# Southampton - Wells Cathedral



## spacecowboy831 (31 Aug 2020)

Hello this is my first post. Tomorrow I will set off on my journey to Wells Cathedral. I will be cycling over 4 days. I'm going to Salisbury Cathedral tomorrow then on Wednesday I will be cycling to Bath Abbey and on Thursday to Bristol Cathedral the on Friday Bristol Cathedral - Wells Cathedral. 

This is a big challenge for me I have never cycled this distance in 4 days. I am very much looking forward to it. But also feeling slightly nervous at the same time.


----------



## IaninSheffield (1 Sep 2020)

Liking the ecclesiastical theme 👍 ... or perhaps architectural?

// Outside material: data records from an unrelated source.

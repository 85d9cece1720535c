"""The worker side of running windows: the process every attempt runs in, and the fork server.

`worker_main` is the one entry point of a worker: it receives attempts over a
pipe, runs each with `runner.engine.window.run_attempt` and sends back what
happened (the local pool's supervisor, `runner.engine.pool`, is its only
caller today; a cluster executor would run the same function). Workers come
from a fork server that has imported weir's own modules (`PRELOAD`) but not
polars, which must not be forked once loaded.
"""

from __future__ import annotations

import contextlib
import multiprocessing
import os
import signal
from collections import deque
from multiprocessing.connection import Connection
from typing import Any

from runner.engine.context import RunContext
from runner.engine.window import run_attempt

# weir's modules a fork server imports once, so each worker starts without importing them (never polars)
PRELOAD = ["runner.engine.window", "runner.io.ledger.store", "runner.engine.loading", "runner.io.readers", "runner.engine.steps",
           "runner.io.outputs", "runner.io.casts", "runner.io.files"]


def worker_main(conn: Connection, ctx: RunContext, env: dict[str, str], cwd: str, threads: int) -> None:
    """A worker process: run the attempts the supervisor sends, one at a time, telling it what happens."""
    # Ctrl-C and a service manager's SIGTERM reach the whole process group: the supervisor decides what stops
    signal.signal(signal.SIGINT, signal.SIG_IGN)
    signal.signal(signal.SIGTERM, signal.SIG_IGN)
    _die_with_parent()
    _let_fork_server_go()
    os.environ.clear()
    os.environ.update(env)
    os.environ["POLARS_MAX_THREADS"] = str(threads)  # before polars is first imported, in this process
    os.chdir(cwd)
    conn.send(("ready", os.getpid()))
    pending: deque[Any] = deque()
    while True:
        if not pending:
            pending.append(conn.recv())
        while conn.poll():
            pending.append(conn.recv())
        if any(m is not None and m[0] == "stop" for m in pending):
            for m in pending:
                if m is not None and m[0] == "run":
                    conn.send(("dropped", m[1]))
            pending = deque(m for m in pending if m is None)
            continue
        msg = pending.popleft()
        if msg is None:
            return
        _, tid, attempt = msg
        conn.send(("start", tid))
        def claimed(fence: int, run_id: int, fingerprint: str | None, tid: int = tid) -> None:
            conn.send(("claimed", tid, fence, run_id, fingerprint))

        outcome = run_attempt(ctx, attempt, on_claim=claimed)
        conn.send(("end", tid, outcome.as_dict()))


def _die_with_parent() -> None:
    """Ask Linux to kill this worker when its parent ends, so no worker outlives a killed supervisor."""
    with contextlib.suppress(Exception):
        import ctypes

        ctypes.CDLL(None, use_errno=True).prctl(1, signal.SIGKILL)  # PR_SET_PDEATHSIG (prctl(2))
    if os.getppid() == 1:
        os._exit(0)  # the parent is already gone


def warm_up() -> None:
    """Start the fork server now, so that its imports overlap with loading and planning here."""
    worker_processes()


def _let_fork_server_go() -> None:
    """Drop this worker's hold on the fork server, so that the server ends with the supervisor.

    A fork server lives while any process holds the write end of its "alive"
    pipe, and multiprocessing hands one to each child it forks. Without this,
    a supervisor killed alone would leave its workers (and their hung steps)
    running; with it the server ends, and the kernel kills its children
    (PR_SET_PDEATHSIG, set by `_die_with_parent`).
    """
    with contextlib.suppress(Exception):
        from multiprocessing import forkserver

        server: Any = forkserver._forkserver  # noqa: SLF001 - the fd is private
        if server._forkserver_alive_fd is not None:
            os.close(server._forkserver_alive_fd)
            server._forkserver_alive_fd = None


def worker_processes() -> Any:
    if "forkserver" not in multiprocessing.get_all_start_methods():
        return multiprocessing.get_context("spawn")
    mp = multiprocessing.get_context("forkserver")
    mp.set_forkserver_preload(PRELOAD)
    _start_fork_server()
    return mp


def _start_fork_server() -> None:
    """Start the fork server ignoring SIGINT and SIGTERM, which it and its children then keep.

    The fork server sits in this process group, where Ctrl-C and a service
    manager's SIGTERM arrive too; it must outlive them so that its workers
    (which it parents, and which die with it) finish or are stopped by this
    process. Signals ignored at exec stay ignored (POSIX execve), so they are
    ignored here for the instant the server starts. It ends when this process does.
    """
    import threading
    from multiprocessing import forkserver

    if threading.current_thread() is not threading.main_thread():
        forkserver.ensure_running()  # signal dispositions can only be changed from the main thread
        return
    saved = {sig: signal.signal(sig, signal.SIG_IGN) for sig in (signal.SIGINT, signal.SIGTERM)}
    try:
        forkserver.ensure_running()
    finally:
        for sig, handler in saved.items():
            signal.signal(sig, handler)
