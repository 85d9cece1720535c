"""What a backfill is about to do, asked of the ledger before anything runs."""

from __future__ import annotations

from typing import TYPE_CHECKING

if TYPE_CHECKING:
    from runner.core.planner import Task
    from runner.io.ledger.store import Ledger


def existing_outputs(ledger: Ledger, tasks: list[Task]) -> int:
    """How many of the tasks' windows already have an output that a forced run would replace."""
    by_job: dict[str, list[str]] = {}
    for t in tasks:
        by_job.setdefault(t.job, []).append(t.window.key)
    count = 0
    for job, keys in by_job.items():
        rows = ledger.state_rows(job, keys)
        count += sum(1 for r in rows.values() if r.get("output"))
    return count
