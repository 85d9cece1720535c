"""What runs and what it touches: execution, delivery of alerts (effects live here)."""
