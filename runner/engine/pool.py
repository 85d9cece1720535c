"""Running a plan in supervised worker processes: dependency order, time limits, crashes, claims.

Every attempt at a window runs in a worker process (`runner.engine.workers`),
never in this one: only a separate process can be stopped whatever its step
does (sleeps, spins in a regular expression without letting go of the
interpreter, calls `os._exit`, is killed for memory). This process, the
*supervisor*:

- hands attempts to at most `workers` processes over pipes (two queued per
  worker, so none waits for the next), in dependency order: a task starts
  when every task it depends on has finished; dependants of a task that did
  not end done or skipped are reported waiting;
- holds the claims: workers take them in its name and its `Leases` thread
  renews them, so a worker that holds the interpreter cannot let them lapse;
  a worker whose claim another runner took over is stopped;
- stops a worker whose attempt outlives the job's `time_allowed` and records
  the window failed ("time limit of 30m reached"); records the window of a
  worker that died failed with its exit status or signal; starts a
  replacement and goes on with everything else;
- retries failed attempts (`retries:`, after `retry_delay` doubling), keeping
  the claim in between;
- on an exception (Ctrl-C, or SIGTERM turned into one by the CLI) stops every
  worker, records their runs abandoned, releases its claims and re-raises.

Workers come from a fork server that has imported weir's own modules but not
polars (polars must not be forked once loaded), so starting one costs about
a quarter of a second after the first; see docs/performance.md.
"""

from __future__ import annotations

import contextlib
import os
import signal
import time
from collections import deque
from collections.abc import Callable
from dataclasses import dataclass, field
from multiprocessing.connection import Connection, wait
from typing import Any

from runner.core.planner import Task
from runner.core.states import Status
from runner.engine.context import RunContext
from runner.engine.window import LOST, Attempt, Outcome, precheck, record_failure
from runner.engine.workers import worker_main, worker_processes
from runner.io.ledger.leases import Leases
from runner.model.timeutil import short_duration

DEPTH = 2  # attempts queued per worker: the next one is already there when the current one ends
POLL = 0.5  # longest wait between looks at the stop flag, deadlines and lost claims


def default_workers() -> int:
    return max(1, os.cpu_count() or 1)


# ---------------------------------------------------------------- the worker side


# ---------------------------------------------------------------- the supervisor side


@dataclass
class _Worker:
    proc: Any
    conn: Connection
    queue: list[int] = field(default_factory=list)  # tids sent and not ended, in order
    current: int | None = None  # the tid it has started
    started: float = 0.0  # when it started `current` (monotonic)
    began: bool = False  # it has started an attempt
    dead: bool = False


@dataclass
class _Flight:
    """An attempt handed to a worker."""

    task: int
    attempt: Attempt
    fence: int | None = None
    run_id: int | None = None
    fingerprint: str | None = None


def run_tasks(tasks: list[Task], ctx: RunContext, workers: int, force: bool = False,
              on_outcome: Callable[[Task, Outcome], None] | None = None,
              should_stop: Callable[[], bool] | None = None, leases: Leases | None = None) -> list[Outcome]:
    """Run `tasks` respecting dependencies; return one Outcome per task, in task order.

    Windows already current are skipped here without a worker. `should_stop`
    is polled at least twice a second: once it says so, nothing new starts,
    attempts already running finish, and the remaining tasks are reported as
    `not started`. `leases` renews the claims (a running one of the same
    owner, such as the tick lock's; else one is started here).
    """
    return _Supervisor(tasks, ctx, max(1, workers), force, on_outcome, should_stop, leases).run()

That's a wonderful part of the country through which to cycle. Some wonderfully quiet roads, stunning villages and delightful scenery. You'll perhaps be picking up some of the National Cycling Network? And, if the forecast holds true, enjoying fair weather.
If it's your first challenge of this type, 'steady' is the watchword. No need to rush (presumably?) so take your time and soak it all in. And if you get the chance, let us know how things are going or how it went. Always good to hear new adventures.


----------



## numbnuts (1 Sep 2020)

it's good to look at Cathedral's, one day there won't be any


----------



## Pale Rider (1 Sep 2020)

Looks to be an average of about 30 miles a day.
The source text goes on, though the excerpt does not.